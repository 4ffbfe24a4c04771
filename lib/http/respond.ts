import "server-only";
import { headers } from "next/headers";
import { z } from "zod";
import { requireCtxOrThrow } from "@/lib/auth/current";
import { env } from "@/lib/env";
import { ForbiddenError, InvalidInputError, NotFoundError, TwinpassError } from "@/lib/errors";
import { isOwnOrigin } from "@/lib/http/origin";
import { requestIdOf } from "@/lib/http/request-id";
import { logger } from "@/lib/logger";
import type { Ctx } from "@/lib/services/ctx";

const PRIVATE = { "cache-control": "private, no-store", "x-content-type-options": "nosniff" };

/** The one mapping from an error to an answer. Unknown errors are logged whole and told as a plain sentence with an id. */
export function errorBody(
  error: unknown,
  requestId: string,
): { status: number; body: Record<string, unknown> } {
  if (error instanceof TwinpassError) {
    if (error.status === 403)
      logger().warn({ event: "security.denied", requestId, code: error.code, details: error.details });
    return {
      status: error.status,
      body: { error: error.code, message: error.message, details: error.details, requestId },
    };
  }
  if (error instanceof z.ZodError) {
    const fields = z.flattenError(error).fieldErrors;
    const first = error.issues[0];
    return {
      status: 422,
      body: {
        error: "invalid_input",
        message: first?.message ?? "The input is not valid.",
        fields,
        requestId,
      },
    };
  }
  logger().error({ event: "request.failed", requestId, err: error });
  return {
    status: 500,
    body: {
      error: "internal",
      message: `Something failed on our side. Nothing was changed. Quote ${requestId}.`,
      requestId,
    },
  };
}

/** A JSON answer that no cache keeps. */
function json(body: unknown, init: { status?: number; headers?: Record<string, string> } = {}): Response {
  return Response.json(body, { status: init.status ?? 200, headers: { ...PRIVATE, ...init.headers } });
}

interface Call<Params> {
  ctx: Ctx;
  request: Request;
  params: Params;
}

/**
 * Wraps a route handler: own origin for anything but GET and HEAD, session, verb, one error mapping.
 * The handler returns a body (200) or a Response of its own.
 * @param isDownload the handler notes in the ledger that somebody fetched a file: a HEAD fetches none (405), and another
 *   site's page may not cause the entry
 */
export function route<Params = Record<string, never>>(
  handle: (call: Call<Params>) => Promise<unknown>,
  { isDownload = false }: { isDownload?: boolean } = {},
) {
  return async (request: Request, segment: { params: Promise<Params> }): Promise<Response> => {
    const requestId = requestIdOf(request.headers);
    // Next answers a HEAD by the handler of GET.
    if (isDownload && request.method === "HEAD")
      return new Response(null, { status: 405, headers: { ...PRIVATE, allow: "GET" } });
    try {
      if (isDownload && request.headers.get("sec-fetch-site") === "cross-site") {
        throw new ForbiddenError(
          "foreign_origin",
          "This download was not asked for on a page of Twinpass. Open the page and download it there.",
        );
      }
      if (
        request.method !== "GET" &&
        request.method !== "HEAD" &&
        !isOwnOrigin(request.headers, env().AUTH_URL)
      ) {
        throw new ForbiddenError(
          "foreign_origin",
          "This request did not come from a page of Twinpass. Open the page again and retry.",
        );
      }
      const ctx = await requireCtxOrThrow();
      const answer = await handle({ ctx, request, params: await segment.params });
      return answer instanceof Response ? answer : json(answer);
    } catch (error) {
      const { status, body } = errorBody(error, requestId);
      return json(body, { status, headers: { "x-request-id": requestId } });
    }
  };
}

/**
 * Reads a JSON body. The type is what the verb asks for; the verb's own schema is what checks it.
 * @throws InvalidInputError `not_json`
 */
export async function readJson<Unchecked>(request: Request): Promise<Unchecked> {
  try {
    return (await request.json()) as Unchecked;
  } catch {
    throw new InvalidInputError("not_json", "The request body is not JSON.");
  }
}

/** For Server Actions: they can be posted to any address, so each checks the origin itself. @throws ForbiddenError */
export async function requireOwnOrigin(): Promise<void> {
  if (!isOwnOrigin(new Headers(await headers()), env().AUTH_URL)) {
    throw new ForbiddenError(
      "foreign_origin",
      "This form did not come from a page of Twinpass. Open the page again and retry.",
    );
  }
}

/** An id from an address; anything but a UUID names nothing. @throws NotFoundError */
export function requireUuid(text: string): string {
  if (!z.uuid().safeParse(text).success)
    throw new NotFoundError("not_found", "There is nothing at this address.");
  return text;
}
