import { READING_LIMITS } from "@/lib/measure/air/weather-uncertainty";
import { roadSpeedUncertainty } from "@/lib/measure/curve/power-sensitivity";
import type { CampaignEstimate } from "@/lib/measure/estimate-campaign";
import { slips } from "@/lib/measure/speed/speed-model";
import type { BudgetComponent, CampaignVehicle } from "@/lib/measure/types";
import { drivelineFigures, rpmPerMps, type StatedFigure, testMass } from "@/lib/measure/vehicle/vehicle";

/** One sentence a component: where the figure in an uncertainty budget comes from. */
export type BudgetBasis = Record<Exclude<BudgetComponent, "repeatability">, string>;

/** The sentences of one run. */
export function budgetBasis(
  estimate: CampaignEstimate,
  vehicle: CampaignVehicle,
  index: number,
): BudgetBasis {
  const figures = drivelineFigures(vehicle);
  const { run } = estimate.runs[index];
  return {
    mass: stated(testMass(vehicle, estimate.drivelines[index].massKg), "kg"),
    "speed scale": scaleBasis(estimate, vehicle, index),
    ...roadBasis(estimate, index),
    "engine inertia": stated(figures.engineInertia, "kg·m²"),
    "wheel inertia": stated(figures.wheelInertia, "kg·m²"),
    "mesh efficiency": stated(figures.meshEfficiency, ""),
    weather: run.weather
      ? `Readings right to ±${READING_LIMITS.tempC} °C, ±${READING_LIMITS.pressureHpa / 10} kPa and ±${READING_LIMITS.humidityPct} % humidity, through the air's density in the drag.`
      : "No weather was read: the density of the air is taken as even over the day.",
    smoothing: "Noise of the speed channels in the mean acceleration over 0.8 s.",
  };
}

/** What the repeatability of a side rests on: `scatter` relative, of single runs, with its degrees of freedom. */
export function repeatabilityBasis(scatter: number, degrees: number, n: number): string {
  return `Single runs scatter by ${percent(scatter)} about their side's mean; over √${n}, widened by Student's t for ${degrees} degrees of freedom.`;
}

const digits = (value: number, precision: number) => String(Number(value.toPrecision(precision)));
const percent = (relative: number) => `${digits(100 * relative, 2)} %`;

function stated({ value, uncertainty, source }: StatedFigure, unit: string): string {
  const from = source === "vehicle sheet" ? "Vehicle sheet" : "Default by class (common practice, no source)";
  const figure = `${digits(value, 4)}${unit && ` ${unit}`}`;
  return `${from}: ${figure}, standard uncertainty ${digits(uncertainty, 2)}${unit && ` ${unit}`}.`;
}

function scaleBasis(estimate: CampaignEstimate, vehicle: CampaignVehicle, index: number): string {
  const { model, gearingFrom, runs } = estimate;
  const share = percent(roadSpeedUncertainty(estimate, vehicle, index));
  const gearing = rpmPerMps(vehicle, runs[index].run.gear);
  const from = {
    gps: `Road speed is scaled to GPS, right to ${share}`,
    wheel: `Without GPS the wheel speed is taken as logged, right to ${share} (common practice, no source)`,
    "engine speed": `Road speed follows from engine speed and the ${gearing?.source ?? "gearing"}, right to ${share}`,
  }[model.scaleFrom];
  const engine =
    gearingFrom === "measured" || !gearing
      ? ""
      : ` Engine speed per road speed: ${gearing.source}, right to ${percent(gearing.uncertainty / gearing.value)}.`;
  const slip = slips(model.base)
    ? " Only driven wheels tell the speed: a usual tyre's slip is taken out, and how well that is known is in the figure."
    : "";
  return `${from}; it enters twice, by speed and by acceleration.${slip}${engine}`;
}

function roadBasis(
  estimate: CampaignEstimate,
  index: number,
): Pick<BudgetBasis, "wind" | "grade" | "rolling and air resistance"> {
  const { day } = estimate.roads[index];
  const members = estimate.roads.filter((road) => road.day === day).map((road) => road.run);
  const n = `the coast-downs of ${day.coastRuns} run${day.coastRuns === 1 ? "" : "s"}`;
  const both = new Set(members.map((run) => run.track.direction)).size > 1;
  const told = [
    both ? "both directions" : null,
    members.some((run) => run.signals.acceleration) ? "the accelerometer" : null,
    members.some((run) => run.signals.altitude && run.track.located) ? "logged altitude" : null,
  ].filter((one) => one !== null);
  return {
    wind: `One mean wind a run, from ${n} ${both ? "in both directions" : "in one direction, which can hardly tell it from resistance"}.`,
    grade:
      told.length > 0
        ? `Slope of the strip from ${told.join(", ")}.`
        : "Nothing in the logs tells of slope: a nearly level strip is assumed.",
    "rolling and air resistance": `Constant, linear and square resistance from ${n}; their scatter from their own residuals.`,
  };
}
###
WHAT YOU NEED TO DO: Where does "value" appear in the records above? Copy every line that has it.

ANSWER TO THIS TASK:
const digits = (value: number, precision: number) => String(Number(value.toPrecision(precision)));
function stated({ value, uncertainty, source }: StatedFigure, unit: string): string {
  const figure = `${digits(value, 4)}${unit && ` ${unit}`}`;
      : ` Engine speed per road speed: ${gearing.source}, right to ${percent(gearing.uncertainty / gearing.value)}.`;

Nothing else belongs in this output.